# New Bianchi highest highend model: Oltre



## merckxman (Jan 23, 2002)

see http://italiancyclingjournal.blogspot.com/2010/06/bianchi-oltre-and-sempre.html


----------



## Corsaire (Jun 2, 2006)

merckxman said:


> see http://italiancyclingjournal.blogspot.com/2010/06/bianchi-oltre-and-sempre.html


This was coming I had read it a few weeks ago  here , a review done by CICLISMO.

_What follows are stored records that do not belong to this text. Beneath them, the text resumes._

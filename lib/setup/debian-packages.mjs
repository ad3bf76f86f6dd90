import { findProgram, run, say, SetupError } from './run-command.mjs';

/** What the product runs on: Debian package → a program that shows it is there. */
export const SERVER_PACKAGES = {
  'mariadb-server-core': 'mariadbd',
  'mariadb-client': 'mariadb-admin',
};

/** What the tests need besides. */
export const TEST_PACKAGES = {
  chromium: 'chromium',
  'texlive-latex-base': 'pdflatex',
  'poppler-utils': 'pdftotext',
};

/**
 * Installs the packages whose program is missing. None of them brings a system service.
 * Where that cannot be done, stops with one line that says what to install.
 */
export async function ensureDebianPackages(packages) {
  const missing = Object.keys(packages).filter((name) => findProgram(packages[name]) === null);
  if (missing.length === 0) return;
  const apt = findProgram('apt-get');
  const list = missing.join(' ');
  if (apt === null) {
    const programs = missing.map((name) => packages[name]).join(', ');
    throw new SetupError(`please install ${programs} (on Debian: apt-get install ${list}).`);
  }
  const command = `apt-get install --no-install-recommends ${list}`;
  if (process.getuid?.() !== 0) {
    throw new SetupError(`please have an administrator run: ${command}`);
  }
  say(`installing from Debian: ${list} …`);
  const env = { ...process.env, DEBIAN_FRONTEND: 'noninteractive' };
  await run(apt, ['update', '-q'], { env });
  await run(apt, ['install', '-y', '-q', '--no-install-recommends', ...missing], { env });
  const still = missing.filter((name) => findProgram(packages[name]) === null);
  if (still.length > 0) throw new SetupError(`${still.join(' ')} did not bring its program.`);
}
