import { createHash } from 'node:crypto';
import {
  existsSync,
  mkdirSync,
  readdirSync,
  readFileSync,
  rmSync,
  statSync,
  writeFileSync,
} from 'node:fs';
import { join } from 'node:path';
import { isProcessOf, run, say, SetupError } from './run-command.mjs';

const SOURCES = [
  'app',
  'components',
  'db',
  'fonts',
  'instrumentation.ts',
  'lib',
  'next.config.mjs',
  'package-lock.json',
  'package.json',
  'proxy.ts',
  'tailwind.config.ts',
  'tsconfig.json',
];

/** A digest of everything the build is made from. */
export function digestOfSources(root) {
  const digest = createHash('sha256');
  const visit = (path) => {
    const full = join(root, path);
    if (!existsSync(full)) return;
    if (statSync(full).isDirectory()) {
      for (const name of readdirSync(full).sort()) visit(join(path, name));
    } else {
      const content = readFileSync(full);
      digest.update(`${path}\0${content.length}\0`).update(content);
    }
  };
  SOURCES.forEach(visit);
  return digest.digest('hex');
}

const stampOf = (root) => join(root, '.build', 'built-from');
const servingFolder = (root) => join(root, '.build', 'serving');

/** Whether the build present was made from the sources as they are. */
export function buildIsCurrent(root) {
  const parts = [stampOf(root), join(root, '.next', 'BUILD_ID'), join(root, '.build', 'child.mjs')];
  if (!parts.every(existsSync)) return false;
  return readFileSync(stampOf(root), 'utf8') === digestOfSources(root);
}

/** Notes that this process serves the build, so that nobody replaces it underneath. */
export function markServing(root) {
  mkdirSync(servingFolder(root), { recursive: true });
  const mark = join(servingFolder(root), String(process.pid));
  writeFileSync(mark, '');
  return () => rmSync(mark, { force: true });
}

/** Builds the application unless the build present is current. */
export async function ensureBuild(root) {
  if (buildIsCurrent(root)) return;
  refuseWhileServed(root);
  say('building the application (under a minute) …');
  rmSync(stampOf(root), { force: true });
  const digest = digestOfSources(root);
  const env = { ...process.env, NEXT_TELEMETRY_DISABLED: '1', NODE_ENV: 'production' };
  await runScript(root, 'build', { env });
  mkdirSync(join(root, '.build'), { recursive: true });
  writeFileSync(stampOf(root), digest);
}

function refuseWhileServed(root) {
  if (!existsSync(servingFolder(root))) return;
  const serving = readdirSync(servingFolder(root))
    .map(Number)
    .filter((pid) => isProcessOf(pid, 'lib/setup/'));
  if (serving.length === 0) return;
  throw new SetupError(
    `the sources have changed, but process ${serving.join(', ')} is serving the present build; stop it first.`,
  );
}

/** Runs one script of package.json. */
export function runScript(root, name, { args = [], ...options } = {}) {
  const npm = process.env.npm_execpath;
  const words = ['run', '--silent', name, ...(args.length > 0 ? ['--', ...args] : [])];
  return npm === undefined
    ? run('npm', words, { cwd: root, ...options })
    : run(process.execPath, [npm, ...words], { cwd: root, ...options });
}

Bianchi 928 sl iasp Vs Bianchi Infinito Download File 4801Kb
Punto d'incontro - Dicembre 2009

Quote:
Il 928 sl è il prodotto più leggero e racing della
gamma strada Bianchi. La sua naturale evoluzione
*(in attesa di un restyling di sostanza che è
previsto per il 2011) *si chiama 928 sl iasp (integrated
aerodinamic seat post). Niente di così rivoluzionario,
piuttosto un aggiornamento tecnico dovuto a un
prodotto che ha già qualche stagione sulle spalle.Unquote

*"Waiting for a substantial restyling or redesign scheduled for the new 2011 line up"*

Darn! just when I thought this year's HOC model was sexy. Having tested this year's HOC, which BTW felt smooth and muted over rough road patches and after readin that blog's description of the new HOC, it seems that next year's will be even stiffer and not so compliant as the current one.


----------



## Duke249 (Apr 4, 2002)

Wow...Those are good looking bicycles.


----------



## padawan716 (Mar 22, 2008)

Holy crap. Infinito was a step in the right direction, but I felt the mono-q (at least paint-wise) was a couple of steps backwards. This... this is awesome.


----------



## spade2you (May 12, 2009)

Purdy.


----------



## bikerjulio (Jan 19, 2010)

laterally stiff while vertically compliant, and with a beefy BB to boot.


----------



## padawan716 (Mar 22, 2008)

B4P gets a new model:
http://www.ciclonline.com/eng/photo-gallery/category/218-bianchi-sempre-2011-ultegra.html

Sempre. One of the articles mentioned alu-carbon, but this looks full carbon. Like a T-cube /Mono-Q replacement. It's hot, not as much as the Oltre, but damn. New Infinito color schemes look good too. 2011 looks like a very good year.


----------



## merckxman (Jan 23, 2002)

I think you are correct, another report says the Sempre is a carbon monocoque frame (with an alu fork steerer). 



padawan716 said:


> B4P gets a new model:
> http://www.ciclonline.com/eng/photo-gallery/category/218-bianchi-sempre-2011-ultegra.html
> 
> Sempre. One of the articles mentioned alu-carbon, but this looks full carbon. Like a T-cube /Mono-Q replacement. It's hot, not as much as the Oltre, but damn. New Infinito color schemes look good too. 2011 looks like a very good year.


----------



## jpdigital (Dec 1, 2006)

....right when I fell in love with my Infinito. :mad2: 

Looks like I'll be saving up for a Sempre.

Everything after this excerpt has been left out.